Metropolitan News-Enterprise


Friday, March 15, 2002


Page 1


Banks Cannot Charge Overdraft Fees Against Automatic Social Security Deposits, Ninth Circuit Rules


By ROBERT GREENE, Staff Writer


Banks may not use customers’ directly deposited Social Security and SSI benefits to cover overdrafts or pay overdraft fees, the Ninth U.S. Circuit Court of Appeals ruled yesterday.

Federal laws giving special protection to Social Security benefits bar what is in essence an unsolicited loan from Washington Mutual Bank to its customers who have their monthly benefit checks deposited automatically into their accounts, the court ruled.

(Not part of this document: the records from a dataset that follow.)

"""Do the files belong together: readable, one axis, one quantity, one way of recording, and each with its partner?"""

from collections.abc import Iterable, Sequence

import numpy as np

from quant.checks import name_some
from quant.inspection.finding import DOUBT, NOTE, STOP, Finding, plural
from quant.inspection.material import Material, Reading
from quant.spectra.spectra_set import SpectraSet
from quant.units import QUANTITIES

# Notes that say how a spectrum was recorded, and how grave it is if they differ. Techniques (transmission, ATR,
# reflectance) give different spectra; resolution and accessory change bands a little.
RECORDED = {
    "technique": STOP,
    "resolution": DOUBT,
    "accessory": DOUBT,
    "path_length": DOUBT,
    "instrument": NOTE,
}


def check_readable(material: Material) -> list[Finding]:
    """Name files that cannot be read."""
    unread = [entry for reading in material.readings for entry in reading.unread]
    if not unread:
        return []
    return [
        Finding(
            gravity=STOP,
            code="unreadable_file",
            title=f"{plural(len(unread), 'file')} cannot be read",
            samples=tuple(file for file, _ in unread),
            evidence=f"The first: {unread[0][1]}",
            advice="Export the files again, or take them out of [spectra] files; calibrating refuses them.",
        )
    ]


def check_axes(material: Material) -> list[Finding]:
    """Name files whose axis differs from that of most spectra, and validation files on another axis."""
    findings = []
    for reading in material.readings:
        odd = [(file, spectra) for file, spectra, what in reading.other if what == "axis"]
        if odd:
            findings.append(
                _other_axis("file", _labels(odd), odd[0][1], reading.spectra, material.recipe.spectra.resample)
            )
    first, *others = material.readings
    if others and material.validation is None and len(others[0].samples):
        findings.append(
            _other_axis(
                "sample",
                others[0].samples.sample_ids,
                others[0].spectra,
                first.spectra,
                material.recipe.spectra.resample,
            )
        )
    return findings


def _other_axis(noun: str, names: tuple[str, ...], other: SpectraSet, main: SpectraSet, resample: bool) -> Finding:  # noqa: FBT001
    if other.quantity != main.quantity:
        title, evidence = "Validation samples of another quantity", QUANTITIES[other.quantity]
        evidence = f"{evidence}; the calibration's spectra are {QUANTITIES[main.quantity]}."
    else:
        title = f"{plural(len(names), noun)} on another axis than most spectra"
        evidence = f"The first lies on {other.axis}; most lie on {main.axis}."
    return Finding(
        gravity=STOP,
        code="mixed_axes",
        title=title,
        samples=names,
        evidence=f"{evidence} They were left out of all that follows.",
        advice=(
            "Even resampling cannot help, since the measured axis does not cover the other: measure again alike."
            if resample
            else "Measure or export them alike, or set resample = true under [spectra]; another spacing often means "
            "another resolution, which resampling does not mend."
        ),
    )


def check_quantities(material: Material) -> list[Finding]:
    """Name files whose ordinate is another quantity than that of most spectra."""
    findings = []
    for reading in material.readings:
        odd = [(file, spectra) for file, spectra, what in reading.other if what == "quantity"]
        if odd:
            found, usual = QUANTITIES[odd[0][1].quantity], QUANTITIES[reading.spectra.quantity]
            findings.append(
                Finding(
                    gravity=STOP,
                    code="mixed_quantities",
                    title=f"{found.capitalize()} among {usual}: {plural(len(odd), 'file')}",
                    samples=_labels(odd),
                    evidence="The files say so themselves. They were left out of all that follows.",
                    advice=f"Export these files as {usual}.",
                )
            )
    return findings


def check_recording(material: Material) -> list[Finding]:
    """Name spectra recorded in another way than most, where the notes say so."""
    findings = []
    spectra = material.spectra
    for note, gravity in RECORDED.items():
        found: dict[str, list[int]] = {}
        for row, notes in enumerate(spectra.notes):
            found.setdefault(notes.get(note, "not stated"), []).append(row)
        stated = [value for value in found if value != "not stated"]
        if len(found) < 2 or not stated:
            continue
        usual = max(found, key=lambda value: len(found[value]))
        odd = [row for value, rows in found.items() if value != usual for row in rows]
        counts = ", ".join(f"{value} ({plural(len(rows), 'spectrum', 'spectra')})" for value, rows in found.items())
        findings.append(
            Finding(
                gravity=gravity if len(stated) > 1 else NOTE,
                code=f"mixed_{note}",
                title=f"Spectra differ in {note.replace('_', ' ')}",
                samples=material.named(odd),
                evidence=f"Found: {counts}.",
                advice=f"Measure all spectra alike, or make a calibration for each; state {note} under [spectra.notes] "
                "if the files are wrong or silent.",
            )
        )
    return findings


def check_pairing(material: Material) -> list[Finding]:
    """Name what has no partner: spectra without values, values without spectra, samples in both sets."""
    findings = []
    if material.in_both:
        findings.append(
            Finding(
                gravity=STOP,
                code="sample_in_both_sets",
                title=f"{plural(len(material.in_both), 'sample')} in the calibration and in the validation",
                samples=material.in_both,
                evidence="The same sample IDs have spectra in both sets of files.",
                advice="A sample that calibrates proves nothing about new ones: take it out of one set, or give "
                "separately prepared material its own ID.",
            )
        )
    reference = material.recipe.reference
    spectra = _once(name for reading in material.readings for name in reading.samples.spectra_without_values)
    if spectra:
        refused = reference.unmatched == "refuse"
        findings.append(
            Finding(
                gravity=STOP if refused else NOTE,
                code="spectra_without_values",
                title=f"{plural(len(spectra), 'sample')} with spectra but no row in the reference table",
                samples=spectra,
                evidence="Calibrating refuses this." if refused else "Left out, as the recipe says.",
                advice='Add the rows or mend the spelling; to leave them out, set unmatched = "drop" under [reference].'
                if refused
                else "Nothing, if that is meant.",
            )
        )
    lacking = [
        f"{sample} ({analyte.name})"
        for samples in (material.calibration, material.validation)
        if samples is not None
        for analyte, values, limits in zip(samples.analytes, samples.values.T, samples.censored.T, strict=True)
        for sample, absent in zip(samples.sample_ids, np.isnan(values) & np.isnan(limits), strict=True)
        if absent
    ]
    if lacking:
        refused = reference.missing == "refuse"
        findings.append(
            Finding(
                gravity=STOP if refused else NOTE,
                code="missing_values",
                title=f"{plural(len(lacking), 'reference value')} missing",
                samples=tuple(lacking),
                evidence="Calibrating refuses this." if refused else "Left out for that analyte, as the recipe says.",
                advice='Supply them; to leave these samples out, set missing = "drop" under [reference].'
                if refused
                else "Nothing, if that is meant.",
            )
        )
    return findings


def unpaired_values(reading: Reading, readings: Sequence[Reading]) -> tuple[str, ...]:
    """Return samples of a reference table that have no spectrum in any set of files."""
    elsewhere = {sample for other in readings for _, part in other.parts for sample in part.sample_ids}
    return tuple(sample for sample in reading.samples.values_without_spectra if sample not in elsewhere)


def check_unmeasured(material: Material) -> list[Finding]:
    """Name values without a spectrum."""
    names = _once(name for reading in material.readings for name in unpaired_values(reading, material.readings))
    if not names:
        return []
    return [
        Finding(
            gravity=NOTE,
            code="values_without_spectra",
            title=f"{plural(len(names), 'sample')} in the reference table without a spectrum",
            samples=names,
            evidence="They take no part.",
            advice="Check the spelling of the sample IDs, or measure them.",
        )
    ]


def _labels(odd: Sequence[tuple[str, SpectraSet]]) -> tuple[str, ...]:
    """Name files with the samples in them."""
    return tuple(f"{file} ({name_some(dict.fromkeys(spectra.sample_ids), 2)})" for file, spectra in odd)


def _once(names: Iterable[str]) -> tuple[str, ...]:
    return tuple(dict.fromkeys(names))
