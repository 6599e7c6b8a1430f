"""A first look: what was read, how it pairs, which range it spans."""

from collections.abc import Sequence
from dataclasses import dataclass

import numpy as np

from quant.recipe.load import read_recipe_reference, read_recipe_spectra
from quant.recipe.pipeline import axis_behind, build_steps
from quant.recipe.schema import Recipe
from quant.result import Result, documented
from quant.spectra.sample_set import SampleSet, pair_samples
from quant.spectra.spectra_set import SpectraSet
from quant.text_table import Row, format_columns, format_rows
from quant.units import QUANTITIES


@dataclass(frozen=True, kw_only=True)
class AnalyteRange(Result):
    """Reference values of one analyte among the paired samples."""

    analyte: str = documented("Name of the analyte")
    unit: str = documented("Unit of the analyte")
    n_values: int = documented("Paired samples with a value")
    lowest: float | None = documented("Lowest value", "unit of the analyte")
    highest: float | None = documented("Highest value", "unit of the analyte")
    mean: float | None = documented("Mean value", "unit of the analyte")
    without_value: tuple[str, ...] = documented("Paired samples that have no value")


@dataclass(frozen=True, kw_only=True)
class SetInspection(Result):
    """One set of spectra with its reference values."""

    name: str = documented("calibration or validation")
    n_files: int = documented("Files read")
    n_spectra: int = documented("Spectra read")
    n_samples: int = documented("Samples with spectra and reference values")
    replicates: str = documented("Spectra a sample, fewest to most")
    axis: str = documented("Axis of the spectra")
    quantity: str = documented("Ordinate of the spectra")
    ordinate_lowest: float = documented("Lowest ordinate of all spectra")
    ordinate_highest: float = documented("Highest ordinate of all spectra")
    origins: dict[str, int] = documented("Samples of each origin: process, spiked, blended, not stated")
    spectra_without_values: tuple[str, ...] = documented("Samples with spectra but no row in the reference table")
    values_without_spectra: tuple[str, ...] = documented("Samples in the reference table that have no spectrum")
    reader_notes: tuple[str, ...] = documented("Deviations that the readers tolerated, by file")
    analytes: tuple[AnalyteRange, ...] = documented("Reference values of each analyte")

    def rows(self) -> list[Row]:
        """What was read and paired."""
        return [
            ("files", self.n_files, ""),
            ("spectra", self.n_spectra, ""),
            ("paired samples", self.n_samples, f"({self.replicates} spectra each)"),
            ("axis", self.axis, ""),
            ("ordinate", f"{self.quantity}, {self.ordinate_lowest:.4g} to {self.ordinate_highest:.4g}", ""),
            ("origins", ", ".join(f"{count} {origin}" for origin, count in self.origins.items()), ""),
            ("spectra without a value", ", ".join(self.spectra_without_values) or "none", ""),
            ("values without a spectrum", ", ".join(self.values_without_spectra) or "none", ""),
        ]

    def __str__(self) -> str:
        """Heading, rows, one line an analyte."""
        table = format_columns(
            ("analyte", "unit", "values", "from", "to", "mean", "without a value"),
            [
                (a.analyte, a.unit, a.n_values, a.lowest, a.highest, a.mean, ", ".join(a.without_value) or "none")
                for a in self.analytes
            ],
        )
        return "\n".join([f"{self.name.capitalize()} samples", format_rows(self.rows()), table, *self.reader_notes])


@dataclass(frozen=True, kw_only=True)
class InspectionResult(Result):
    """What a recipe's files hold."""

    title: str = documented("Title of the recipe")
    sets: tuple[SetInspection, ...] = documented("The calibration samples, then separate validation samples if named")
    pipeline: tuple[str, ...] = documented("Preprocessing steps in order")
    points: str = documented("Points before and after preprocessing")

    def __str__(self) -> str:
        """Title, then the sets, then the pipeline."""
        steps = " → ".join(self.pipeline) or "none"
        return "\n\n".join([self.title, *map(str, self.sets), f"Preprocessing: {steps}\nPoints: {self.points}"])


def inspect(recipe: Recipe) -> InspectionResult:
    """Read what a recipe names and report what was found, without refusing samples that do not pair.

    Raises
    ------
    QuantError
        A file cannot be read, axes differ, nothing pairs, or a step does not fit the axis.
    """
    samples, spectra = _read(recipe, None, None)
    table = recipe.validation
    if table is None or table.files is None:
        sets = [_inspect_set("calibration", samples, spectra, ())]
    else:
        separate, others = _read(recipe, table.files, table.reference_file)
        # One reference table may serve both sets: what the other set has a spectrum of is not without one.
        sets = [
            _inspect_set("calibration", samples, spectra, others.sample_ids),
            _inspect_set("validation", separate, others, spectra.sample_ids),
        ]
    steps = build_steps(recipe, samples.spectra.axis, samples.spectra.quantity)
    after = axis_behind(steps, samples.spectra.axis).size
    return InspectionResult(
        title=recipe.title,
        sets=tuple(sets),
        pipeline=tuple(str(table["step"]) for table in recipe.preprocessing),
        points=f"{len(samples.spectra.axis)} read, {after} behind the preprocessing",
    )


def _read(recipe: Recipe, files: list[str] | None, reference: str | None) -> tuple[SampleSet, SpectraSet]:
    spectra = read_recipe_spectra(recipe, files)
    samples = pair_samples(spectra, read_recipe_reference(recipe, reference), unmatched="drop", missing="drop")
    return samples, spectra


def _inspect_set(name: str, samples: SampleSet, spectra: SpectraSet, elsewhere: Sequence[str]) -> SetInspection:
    """Inspect what was read and what paired of it; `elsewhere` are sample IDs that the other set has spectra of."""
    count = samples.replicates
    few, many = int(count.min()), int(count.max())
    notes = [f"{row.get('file', '')}: {row['reader']}" for row in spectra.notes if row.get("reader")]
    return SetInspection(
        name=name,
        n_files=len(spectra.sources),
        n_spectra=len(spectra),
        n_samples=len(samples),
        replicates=str(few) if few == many else f"{few} to {many}",
        axis=f"{spectra.axis} ({spectra.axis.direction})",
        quantity=QUANTITIES[spectra.quantity],
        ordinate_lowest=float(np.nanmin(spectra.values)),
        ordinate_highest=float(np.nanmax(spectra.values)),
        origins={origin: samples.origins.count(origin) for origin in dict.fromkeys(samples.origins)},
        spectra_without_values=samples.spectra_without_values,
        values_without_spectra=tuple(
            sample for sample in samples.values_without_spectra if sample not in set(elsewhere)
        ),
        reader_notes=tuple(dict.fromkeys(notes)),
        analytes=tuple(_range(samples, analyte.name) for analyte in samples.analytes),
    )


def _range(samples: SampleSet, name: str) -> AnalyteRange:
    analyte, values = samples.analyte(name)
    known = values[~np.isnan(values)]
    return AnalyteRange(
        analyte=analyte.name,
        unit=analyte.unit,
        n_values=known.size,
        lowest=float(known.min()) if known.size else None,
        highest=float(known.max()) if known.size else None,
        mean=float(known.mean()) if known.size else None,
        without_value=tuple(samples.sample_ids[i] for i in np.flatnonzero(np.isnan(values))),
    )
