"""Reading all that a recipe names, without giving up at the first thing that does not fit."""

from collections.abc import Sequence
from pathlib import Path

import numpy as np

from quant.arrays import BoolArray, FloatArray
from quant.calibration.split import split_samples
from quant.errors import AxisMismatchError, DataError, QuantError
from quant.inspection.material import Material, Reading
from quant.preprocessing.chain import apply_chain, fit_chain
from quant.readers.read import find_files, read_spectra
from quant.recipe.load import read_recipe_reference
from quant.recipe.pipeline import axis_behind, build_steps
from quant.recipe.regression_schema import BandTable
from quant.recipe.schema import Recipe
from quant.spectra.axis import SpectralAxis
from quant.spectra.sample_ids import expand_ids
from quant.spectra.sample_set import SampleSet, pair_samples
from quant.spectra.segments import segments
from quant.spectra.spectra_set import SpectraSet, join_spectra

OPAQUE = 1e-6  # transmittance below which absorbance is not computed: A > 6


def gather(recipe: Recipe, samples: SampleSet | None = None, validation: SampleSet | None = None) -> Material:
    """Read the recipe's files (or take samples at hand) and lay everything out for the checks.

    Raises
    ------
    QuantError
        Nothing can be read, nothing pairs, or the recipe names samples or steps that do not exist.
    """
    readings = [_at_hand("calibration", samples) if samples is not None else _read(recipe, "calibration", None, None)]
    table = recipe.validation
    if validation is not None:
        readings.append(_at_hand("validation", validation))
    elif samples is None and table is not None and table.files is not None:
        readings.append(_read(recipe, "validation", table.files, table.reference_file))
    calibration, apart, in_both = _divide(recipe, readings)
    return _lay_out(recipe, tuple(readings), calibration, apart, in_both)


def leave_out(material: Material, names: set[str]) -> Material:
    """Return the material without some samples."""
    validation = material.validation
    return _lay_out(
        material.recipe,
        material.readings,
        _without(material.calibration, names),
        None if validation is None else _without(validation, names),
        material.in_both,
    )


def _at_hand(name: str, samples: SampleSet) -> Reading:
    return Reading(name, (("", samples.spectra),), (), samples.spectra, (), samples)


def _read(recipe: Recipe, name: str, files: list[str] | None, reference: str | None) -> Reading:
    paths = [str(Path(recipe.folder) / file) for file in files or recipe.spectra.files]
    options = recipe.spectra.options()
    parts: list[tuple[str, SpectraSet]] = []
    unread: list[tuple[str, str]] = []
    problem: DataError | None = None
    for file in find_files(paths, options.format):
        try:
            parts.append((Path(file).name, read_spectra([file], options)))
        except DataError as error:
            problem = problem or error
            unread.append((Path(file).name, str(error)))
    if not parts and problem is not None:
        raise problem
    spectra, other = _agreeing(parts, resample=recipe.spectra.resample)
    paired = pair_samples(spectra, read_recipe_reference(recipe, reference), unmatched="drop", missing="drop")
    return Reading(name, tuple(parts), tuple(unread), spectra, tuple(other), paired)


def _agreeing(
    parts: Sequence[tuple[str, SpectraSet]], *, resample: bool
) -> tuple[SpectraSet, list[tuple[str, SpectraSet, str]]]:
    """Join the files that agree with most spectra in axis and quantity; return the others with what differs."""
    counts = [sum(len(other) for _, other in parts if not _difference(part, other)) for _, part in parts]
    first = parts[int(np.argmax(counts))][1]
    kept, other = [], []
    for file, part in parts:
        difference = _difference(first, part, resample=resample)
        if difference:
            other.append((file, part, difference))
        else:
            kept.append(part.on_axis(first.axis, resample=resample))
    return join_spectra(kept), other


def _difference(first: SpectraSet, other: SpectraSet, *, resample: bool = False) -> str:
    if first.axis is not other.axis:
        try:
            other.on_axis(first.axis, resample=resample)
        except AxisMismatchError:
            return "axis"
    return "quantity" if first.quantity != other.quantity else ""


def _divide(recipe: Recipe, readings: Sequence[Reading]) -> tuple[SampleSet, SampleSet | None, tuple[str, ...]]:
    """Leave excluded samples out and tell calibration from validation samples."""
    samples = readings[0].samples
    separate = readings[1].samples if len(readings) > 1 else None
    excluded = {sample for table in recipe.exclude for sample in expand_ids(table.samples)}
    if separate is not None:
        both = tuple(sample for sample in separate.sample_ids if sample in set(samples.sample_ids) - excluded)
        return _without(samples, excluded), _without(separate, {*excluded, *both}), both
    apart: set[str] = set()
    if recipe.validation is not None and recipe.validation.files is None:
        for analyte, values in zip(samples.analytes, samples.values.T, strict=True):
            if np.isfinite(values).any():
                found = split_samples(recipe, samples, None, analyte.name).validation
                apart.update(found.sample_ids if found is not None else ())
    known = set(samples.sample_ids) - excluded
    calibration = _without(samples, {*excluded, *apart})
    return calibration, _without(samples, {*excluded, *(known - apart)}) if apart else None, ()


def _without(samples: SampleSet, names: set[str]) -> SampleSet:
    return samples.subset(np.array([sample not in names for sample in samples.sample_ids], dtype=bool))


def _lay_out(
    recipe: Recipe,
    readings: tuple[Reading, ...],
    calibration: SampleSet,
    validation: SampleSet | None,
    in_both: tuple[str, ...],
) -> Material:
    if validation is not None and _difference(
        calibration.spectra, validation.spectra, resample=recipe.spectra.resample
    ):
        validation = None  # `readings` still hold it, so that the difference is reported
    sets = [calibration] if validation is None else [calibration, validation]
    spectra = join_spectra([part.spectra for part in sets], resample=recipe.spectra.resample)
    index = np.concatenate([part.sample_index + len(calibration) * number for number, part in enumerate(sets)])
    transmittance = spectra.quantity == "transmittance"
    values = spectra.values
    with np.errstate(divide="ignore", invalid="ignore"):
        absorbance = np.where(values > OPAQUE, -np.log10(values), np.nan) if transmittance else values
    absorbance = bridged(absorbance)
    steps = build_steps(recipe, spectra.axis, spectra.quantity)
    processed, trouble = None, ""
    try:
        whole = 10.0**-absorbance if transmittance else absorbance
        weights = calibration.weights
        fitted, _ = fit_chain(steps, whole[: len(calibration.spectra)], None, weights)
        processed = apply_chain(fitted, whole)
    except QuantError as problem:
        trouble = str(problem)
    return Material(
        recipe=recipe,
        readings=readings,
        calibration=calibration,
        validation=validation,
        in_both=in_both,
        spectra=spectra,
        sample_ids=tuple(sample for part in sets for sample in part.sample_ids),
        sample_index=index,
        absorbance=absorbance,
        missing=np.isnan(values),
        used=used_points(recipe, spectra.axis, axis_behind(steps, spectra.axis)),
        processed=processed,
        trouble=trouble,
    )


def bridged(rows: FloatArray) -> FloatArray:
    """Return spectra with straight lines in place of missing points (NaN); a spectrum of nothing else becomes zero."""
    gaps = np.isnan(rows)
    if not gaps.any():
        return rows
    filled, points = rows.copy(), np.arange(rows.shape[1])
    for row in np.flatnonzero(gaps.any(axis=1)):
        known = ~gaps[row]
        filled[row] = np.interp(points, points[known], rows[row, known]) if known.any() else 0.0
    return filled


def used_points(recipe: Recipe, axis: SpectralAxis, behind: FloatArray) -> BoolArray:
    """Mark the points of the axis that reach the regression: ranges kept, and of these the bands, shape (n_points,)."""
    spans = [(behind[run.start], behind[run.stop - 1]) for run in segments(behind)]
    used = _inside(axis, spans)
    table = recipe.regression
    if table.method == "band_area":
        listed = [*(table.bands or ()), *([table.reference_band] if table.reference_band else ())]
        used &= _inside(axis, [_span(band, axis) for band in listed])
    return used


def _span(band: BandTable, axis: SpectralAxis) -> tuple[float, float]:
    ends = [*(band.range or ()), *(band.baseline or ()), *((band.position,) if band.position is not None else ())]
    return (min(ends), max(ends)) if ends else (float(axis.values.min()), float(axis.values.max()))


def _inside(axis: SpectralAxis, spans: Sequence[tuple[float, float]]) -> BoolArray:
    inside = np.zeros(len(axis), dtype=bool)
    for first, last in spans:
        low, high = min(first, last), max(first, last)
        inside |= (axis.values >= low - axis.spacing / 2) & (axis.values <= high + axis.spacing / 2)
    return inside
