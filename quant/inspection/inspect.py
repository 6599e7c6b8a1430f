"""Look spectra and reference values over before anything is modelled."""

from dataclasses import dataclass

from quant.inspection.finding import GRAVITIES, STOP, Finding, by_gravity, plural
from quant.inspection.gather import gather
from quant.inspection.picture import InspectionPicture, picture_of
from quant.inspection.summary import SetInspection, summarise
from quant.inspection.table import run_checks
from quant.recipe.pipeline import axis_behind, build_steps
from quant.recipe.schema import Recipe
from quant.result import Result, documented
from quant.spectra.sample_set import SampleSet


@dataclass(frozen=True, kw_only=True, eq=False)
class InspectionResult(Result):
    """What a recipe's files hold, and what is wrong with it."""

    title: str = documented("Title of the recipe")
    sets: tuple[SetInspection, ...] = documented("The calibration samples, then separate validation samples if named")
    pipeline: tuple[str, ...] = documented("Preprocessing steps in order")
    points: str = documented("Points before and after preprocessing")
    findings: tuple[Finding, ...] = documented("What was found, the gravest first")
    picture: InspectionPicture = documented("The numbers behind the pictures", metadata={"json": False})

    @property
    def accepted(self) -> bool:
        """Whether no finding is a stop."""
        return all(finding.gravity != STOP for finding in self.findings)

    def found(self, code: str) -> tuple[Finding, ...]:
        """Return the findings of one kind."""
        return tuple(finding for finding in self.findings if finding.code == code)

    def headline(self) -> str:
        """Say how many findings there are of each gravity: "1 stop, 2 doubts, 3 notes"."""
        return ", ".join(
            plural(sum(finding.gravity == gravity for finding in self.findings), gravity) for gravity in GRAVITIES
        )

    def __str__(self) -> str:
        """Title, the sets, the pipeline, then the findings with the gravest first."""
        steps = " → ".join(self.pipeline) or "none"
        pipeline = f"Preprocessing: {steps}\nPoints: {self.points}"
        return "\n\n".join(
            [self.title, *map(str, self.sets), pipeline, f"Findings: {self.headline()}", *map(str, self.findings)]
        )


def inspect(
    recipe: Recipe, *, samples: SampleSet | None = None, validation: SampleSet | None = None
) -> InspectionResult:
    """Read what a recipe names, without refusing what does not fit, and report what was found.

    Parameters
    ----------
    recipe : Recipe
    samples, validation : SampleSet, optional
        Samples at hand, looked over instead of reading the recipe's files.

    Returns
    -------
    InspectionResult
        `accepted` is false if a calibration from these data would be wrong.

    Raises
    ------
    QuantError
        Nothing can be read, nothing pairs, or the recipe names samples, ranges or steps that do not exist.
    """
    material = gather(recipe, samples, validation)
    axis = material.spectra.axis
    behind = axis_behind(build_steps(recipe, axis, material.spectra.quantity), axis)
    return InspectionResult(
        title=recipe.title,
        sets=tuple(summarise(reading, material.readings) for reading in material.readings),
        pipeline=tuple(str(table["step"]) for table in recipe.preprocessing),
        points=f"{len(axis)} read, {behind.size} behind the preprocessing",
        findings=by_gravity(run_checks(material)),
        picture=picture_of(material, behind),
    )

Account holders who write checks for more money than they have in their accounts typically either have the checks returned unpaid, and have to pay hefty fees to the bank and often to the person or company awaiting payment as well; or, with overdraft protection, have the bank pay the amount of the check and later reimburse the bank with the next deposit. That deposit might come automatically, if the customer has a direct deposit agreement for paychecks or most other payments.

But if the direct deposit is a Social Security or Supplemental Security Income check, Judge Michael Daly Hawkins wrote for the three-judge panel, the bank can’t touch it because of statutes that bar transfer or assignment of such benefits.

The federal exemption statute for Social Security benefits, 42 U.S.C. Sec. 407(a), reads:

“The right of any person to any future payment under this subchapter shall not be transferable to assignable, at law or in equity, and none of the moneys paid or payable or rights existing under this subchapter shall be subject to execution, levy, attachment, garnishment, or other legal process, or to the operation of any bankruptcy or insolvency law.”

The term “other legal process” has been given an expansive reading in case law, Hawkins said, and takes in Washington Mutual’s offset program, through which the bank reserves to itself the right to decide whether to reject a check that would overdraw the account or to pay it and reimburse itself from the next direct deposit.

“By paying the plaintiffs’ checks when there were insufficient funds in the accounts, the bank essentially extended a loan to the plaintiffs and became a creditor,” Hawkins said. “Washington Mutual then used the self-help remedy of setoff to recoup the plaintiffs’ debt to the bank and enforce the contractual account holder agreement, in which plaintiffs agreed to promptly repay any overdraft.”

But he added that the plaintiff’s “agreement” was not true consent under the tougher standards for Social Security and SSI benefits, which require express notice that the benefits are exempt from legal process or otherwise require explicit permission from the bank customer each time Social Security deposits are used to satisfy bank debts.

Unlike banks, creditors such as landlords and grocery stores can be paid with Social Security benefits without giving such notice or gaining such permission.

“In such instances, however, the Social Security beneficiary is clearly exercising control over the benefits and directing the payment to such creditors,” Hawkins said. “In the banking situation, the direction to apply the deposit to the existing overdraft is only implied and the bank actually takes control of the debt directly, rather than making the full benefit available to the beneficiary to delve out as he sees fit.”

The ruling vacated a summary judgment for the bank and remanded to the District Court in San Francisco.

Senior Judge John T. Noonan authored a separate concurring opinion.

“Recipients of Social Security who depend on their checks for necessities are protected,” Noonan wrote. “Who could dissent? Nonetheless, this fidelity to the law produces a result that is not happy.”

He explained that the ruling will make overdraft protection “virtually impossible” for Social Security recipients, since banks may now not provide such protection and the depositors may abandon direct deposit.

The real winner in this case, Noonan said, are the plaintiffs’ attorneys—the Western Center on Law and Poverty—because the plaintiffs asked for attorneys’ fees.

The case is Lopez v. Washington Mutual Bank, Inc.,  01-15303.